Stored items
======

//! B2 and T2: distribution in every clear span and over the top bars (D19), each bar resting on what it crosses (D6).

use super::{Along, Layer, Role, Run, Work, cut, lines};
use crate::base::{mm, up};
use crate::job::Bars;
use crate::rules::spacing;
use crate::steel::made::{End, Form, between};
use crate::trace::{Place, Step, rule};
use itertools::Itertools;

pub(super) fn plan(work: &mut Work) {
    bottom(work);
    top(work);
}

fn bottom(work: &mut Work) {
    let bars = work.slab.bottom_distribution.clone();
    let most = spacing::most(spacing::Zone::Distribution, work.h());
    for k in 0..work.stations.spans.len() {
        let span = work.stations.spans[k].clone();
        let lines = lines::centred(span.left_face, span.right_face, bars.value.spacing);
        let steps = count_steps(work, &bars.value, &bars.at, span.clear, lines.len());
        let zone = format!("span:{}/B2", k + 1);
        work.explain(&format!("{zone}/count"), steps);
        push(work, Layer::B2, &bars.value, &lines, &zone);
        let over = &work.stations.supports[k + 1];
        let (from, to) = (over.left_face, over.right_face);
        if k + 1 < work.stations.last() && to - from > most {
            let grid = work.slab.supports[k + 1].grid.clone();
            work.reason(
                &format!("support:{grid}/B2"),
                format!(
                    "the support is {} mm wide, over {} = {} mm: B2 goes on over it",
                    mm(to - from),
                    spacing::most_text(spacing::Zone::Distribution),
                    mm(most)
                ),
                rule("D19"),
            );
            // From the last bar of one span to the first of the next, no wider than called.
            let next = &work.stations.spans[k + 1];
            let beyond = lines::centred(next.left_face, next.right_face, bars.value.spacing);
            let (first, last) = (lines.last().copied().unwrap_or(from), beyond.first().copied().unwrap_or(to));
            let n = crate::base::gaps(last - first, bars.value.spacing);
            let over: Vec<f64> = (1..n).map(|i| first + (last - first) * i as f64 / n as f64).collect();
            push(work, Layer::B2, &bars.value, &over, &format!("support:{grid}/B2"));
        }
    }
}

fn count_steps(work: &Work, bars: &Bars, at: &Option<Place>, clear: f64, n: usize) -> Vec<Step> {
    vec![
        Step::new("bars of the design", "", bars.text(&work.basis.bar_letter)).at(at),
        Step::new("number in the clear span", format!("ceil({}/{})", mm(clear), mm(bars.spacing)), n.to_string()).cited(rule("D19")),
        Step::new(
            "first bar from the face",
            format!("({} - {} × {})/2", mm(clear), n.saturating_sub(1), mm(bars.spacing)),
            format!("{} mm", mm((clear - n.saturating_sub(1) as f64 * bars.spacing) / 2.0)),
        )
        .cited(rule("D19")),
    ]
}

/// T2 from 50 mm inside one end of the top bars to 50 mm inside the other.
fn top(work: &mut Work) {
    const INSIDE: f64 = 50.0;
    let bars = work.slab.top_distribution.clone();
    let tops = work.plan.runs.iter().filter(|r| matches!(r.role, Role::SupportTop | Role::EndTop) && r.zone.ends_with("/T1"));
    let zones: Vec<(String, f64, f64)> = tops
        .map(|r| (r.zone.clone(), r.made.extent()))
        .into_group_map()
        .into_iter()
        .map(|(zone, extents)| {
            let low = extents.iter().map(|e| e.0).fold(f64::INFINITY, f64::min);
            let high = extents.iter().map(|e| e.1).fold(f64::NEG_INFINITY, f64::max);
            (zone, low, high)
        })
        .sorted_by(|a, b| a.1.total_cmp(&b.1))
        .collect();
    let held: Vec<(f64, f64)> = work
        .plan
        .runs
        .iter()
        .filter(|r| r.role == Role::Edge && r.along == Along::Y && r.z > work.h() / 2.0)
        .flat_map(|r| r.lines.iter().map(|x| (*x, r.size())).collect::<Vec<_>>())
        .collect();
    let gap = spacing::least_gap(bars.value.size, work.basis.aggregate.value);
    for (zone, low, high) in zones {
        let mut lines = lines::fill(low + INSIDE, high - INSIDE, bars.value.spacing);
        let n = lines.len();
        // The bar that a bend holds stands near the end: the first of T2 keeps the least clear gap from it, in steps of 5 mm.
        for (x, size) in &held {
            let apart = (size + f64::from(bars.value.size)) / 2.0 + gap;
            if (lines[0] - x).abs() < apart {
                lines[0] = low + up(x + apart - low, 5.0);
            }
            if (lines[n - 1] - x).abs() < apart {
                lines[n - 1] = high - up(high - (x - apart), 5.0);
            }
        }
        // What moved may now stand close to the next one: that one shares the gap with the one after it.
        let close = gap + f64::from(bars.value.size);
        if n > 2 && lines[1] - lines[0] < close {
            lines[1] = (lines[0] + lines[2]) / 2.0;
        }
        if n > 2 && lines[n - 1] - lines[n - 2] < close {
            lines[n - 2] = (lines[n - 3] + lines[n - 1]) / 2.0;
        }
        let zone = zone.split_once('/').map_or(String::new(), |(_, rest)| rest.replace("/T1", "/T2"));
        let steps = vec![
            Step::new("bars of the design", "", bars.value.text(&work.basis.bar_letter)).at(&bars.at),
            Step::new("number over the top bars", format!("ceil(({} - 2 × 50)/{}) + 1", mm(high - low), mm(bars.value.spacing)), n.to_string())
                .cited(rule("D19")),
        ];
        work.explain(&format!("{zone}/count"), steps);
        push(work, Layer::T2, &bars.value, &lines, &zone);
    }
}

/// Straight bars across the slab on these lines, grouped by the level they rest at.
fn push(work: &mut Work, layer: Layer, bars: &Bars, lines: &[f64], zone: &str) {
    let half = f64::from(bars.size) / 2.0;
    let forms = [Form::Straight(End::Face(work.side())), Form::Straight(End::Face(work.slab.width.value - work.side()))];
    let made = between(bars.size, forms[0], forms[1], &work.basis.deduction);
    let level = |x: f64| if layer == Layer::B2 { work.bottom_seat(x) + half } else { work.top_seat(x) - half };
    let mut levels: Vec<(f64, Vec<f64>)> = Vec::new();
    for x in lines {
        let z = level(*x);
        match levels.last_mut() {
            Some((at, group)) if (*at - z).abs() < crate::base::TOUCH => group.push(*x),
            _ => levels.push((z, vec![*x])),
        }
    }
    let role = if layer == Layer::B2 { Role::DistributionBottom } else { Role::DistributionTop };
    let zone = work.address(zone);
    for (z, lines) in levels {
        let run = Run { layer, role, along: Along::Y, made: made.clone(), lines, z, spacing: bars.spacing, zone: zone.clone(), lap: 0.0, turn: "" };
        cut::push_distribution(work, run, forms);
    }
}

======

The lines holding the word "plan" are the answer. Pull them out of the records and copy them.

● Answer for the task
pub(super) fn plan(work: &mut Work) {
    let tops = work.plan.runs.iter().filter(|r| matches!(r.role, Role::SupportTop | Role::EndTop) && r.zone.ends_with("/T1"));
        .plan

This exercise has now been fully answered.